Publicação: 23/05/2020 09:00

O presidente Jair Bolsonaro (sem partido) disse nesta sexta-feira que, devido a um artigo que congela concursos públicos, ainda não sancionou o projeto de socorro financeiro aos estados e municípios por causa da crise causada pelo novo coronavírus. Bolsonaro já havia anunciado que sancionaria o pacote em breve, mas não previu uma data. O prazo final é 27 de maio.

“Não sancionei o projeto, ontem [quinta-feira], do auxílio dos governadores porque tem uma cláusula lá sobre congelamento de concurso”, disse Bolsonaro a um grupo de pessoas aprovadas no concurso da Polícia Rodoviária Federal em 2018, mas que não foram convocadas. “Se tivesse assinado, vocês iam ter complicação”, afirmou o presidente.

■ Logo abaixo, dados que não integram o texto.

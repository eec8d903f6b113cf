"""The covered copy: a mesh of its own beside the form, with the seams cut into its faces and each piece in its colour."""

import bpy
import numpy as np

from . import marks, names
from .lay import lay
from .read import edges, positions

ASIDE = 1.5
"""The copy stands this many of the form's widths away, along the world's X."""


def make(thing, pattern, scene, old=None):
    """(object, metres across its UVs): the covered copy of `thing`, new or, where `old` is one, in its place."""
    mesh = bpy.data.meshes.new(f"{pattern.form.name} covered")
    centre = np.array(thing.matrix_world.translation)
    across = fill(mesh, pattern, lambda points: points / scene.unit_settings.scale_length - centre)
    _colour(mesh)
    if any(face.use_smooth for face in thing.data.polygons):
        mesh.shade_smooth()
    mesh.update()
    if old is not None:
        worn, old.data = old.data, mesh
        if not worn.users:
            bpy.data.meshes.remove(worn)
        return old, across
    copy = bpy.data.objects.new(mesh.name, mesh)
    for collection in thing.users_collection or (scene.collection,):
        if collection.library is None:
            collection.objects.link(copy)
    if not copy.users_collection:
        scene.collection.objects.link(copy)
    width = np.ptp(positions(mesh)[:, 0])
    copy.location = centre + (ASIDE * width, 0.0, 0.0)
    return copy, across


def fill(mesh, pattern, place):
    """Make the empty `mesh` that of the pieces, marked and welded where they are sewn; returns metres across its UVs.

    place: gives the mesh's own (n, 3) coordinates of points in the world, metres.
    """
    stacked = np.concatenate([piece.points for piece in pattern.pieces])
    starts = np.cumsum([0, *(len(piece.points) for piece in pattern.pieces)])[:-1]
    points, weld = np.unique(stacked, axis=0, return_inverse=True)  # pieces agree to the last bit along seams
    weld = weld.ravel()
    stacked_triangles = [piece.triangles + start for piece, start in zip(pattern.pieces, starts, strict=True)]
    triangles = weld[np.concatenate(stacked_triangles)]
    mesh.from_pydata(place(points).astype(np.float32), (), triangles)
    places, across = lay(pattern)
    uvs = [((piece.flat + place) / across)[piece.triangles].reshape(-1, 2)
           for piece, place in zip(pattern.pieces, places, strict=True)]
    marks.set_uvs(mesh, np.concatenate(uvs))
    piece_of = np.repeat(np.arange(len(pattern.pieces)), [len(piece.triangles) for piece in pattern.pieces])
    marks.set_attribute(mesh, names.PIECE, "INT", piece_of)
    marks.set_attribute(mesh, names.STRETCH, "FLOAT", np.concatenate([marks.worst_of(p.stretch) for p in pattern.pieces]))
    marks.set_seams(mesh, _sewn(mesh, pattern, weld, starts))
    return across


def _sewn(mesh, pattern, weld, starts):
    """(e,) bool: edges on an outline that have a face on both sides."""
    outlines = [weld[piece.outline + start] for piece, start in zip(pattern.pieces, starts, strict=True)]
    around = np.concatenate([np.column_stack([outline, np.roll(outline, -1)]) for outline in outlines])
    count = len(mesh.vertices)
    keys, uses = np.unique(np.sort(around, axis=1) @ (count, 1), return_counts=True)
    return np.isin(np.sort(edges(mesh), axis=1) @ (count, 1), keys[uses > 1])


def _colour(mesh):
    """Give every piece its colour, by materials; the first pieces' colours, then again from the start."""
    from seamwright.sheets.colours import PIECES

    piece_of = np.empty(len(mesh.polygons), np.int32)
    mesh.attributes[names.PIECE].data.foreach_get("value", piece_of)
    for number, colour in enumerate(PIECES[:piece_of.max() + 1], 1):
        name = f"{names.MATERIAL} {number}"
        material = bpy.data.materials.get(name) or bpy.data.materials.new(name)
        material.diffuse_color = [_linear(int(colour[k:k + 2], 16) / 255) for k in (1, 3, 5)] + [1.0]
        mesh.materials.append(material)
    mesh.attributes.new("material_index", "INT", "FACE")
    mesh.attributes["material_index"].data.foreach_set("value", piece_of % len(PIECES))


def _linear(value):
    """Linear light of an sRGB value (IEC 61966-2-1)."""
    return value / 12.92 if value <= 0.04045 else ((value + 0.055) / 1.055) ** 2.4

Pelo texto do projeto que aguarda a sanção presidencial, “ficam suspensos os prazos de validade dos concursos públicos já homologados” no dia 20 de março, data da publicação do decreto legislativo que reconhece situação calamidade pública por causa da Covid-19. A suspensão, de acordo com o texto, abrange concursos federais, estaduais, distritais e municipais.

Esta não é a primeira vez que o grupo de excedentes do concurso da PRF vai ao Alvorada pedir uma solução para Bolsonaro. O presidente orientou que o grupo fosse até o Palácio do Planalto conversar com o ministro Jorge Oliveira, da Secretaria-Geral.

Bolsonaro disse estar cauteloso para não acabar incorrendo em crime de responsabilidade, o que poderia motivar um processo de impeachment. “Da minha parte, não tem nenhuma má vontade com vocês”, disse ao grupo.

Mas este não é o único ponto polêmico que está fazendo o presidente adiar a sanção do projeto. Um novo embate surgiu entre governadores e o Ministério da Economia na discussão sobre o plano de socorro financeiro aos estados e municípios.

Os governadores resistem em perder repasse do FPE (fundo pelo qual o Tesouro transfere dinheiro para os estados) em troca de a União pagar dívidas com bancos internacionais. A equipe econômica defende que, mesmo na pandemia, essa regra não mude: se um estado deixar de pagar um banco multilateral, como o Banco Mundial, o Tesouro cobre as parcelas, mas, como contrapartida, retém uma parte dos repasses via FPE. (Folhapress)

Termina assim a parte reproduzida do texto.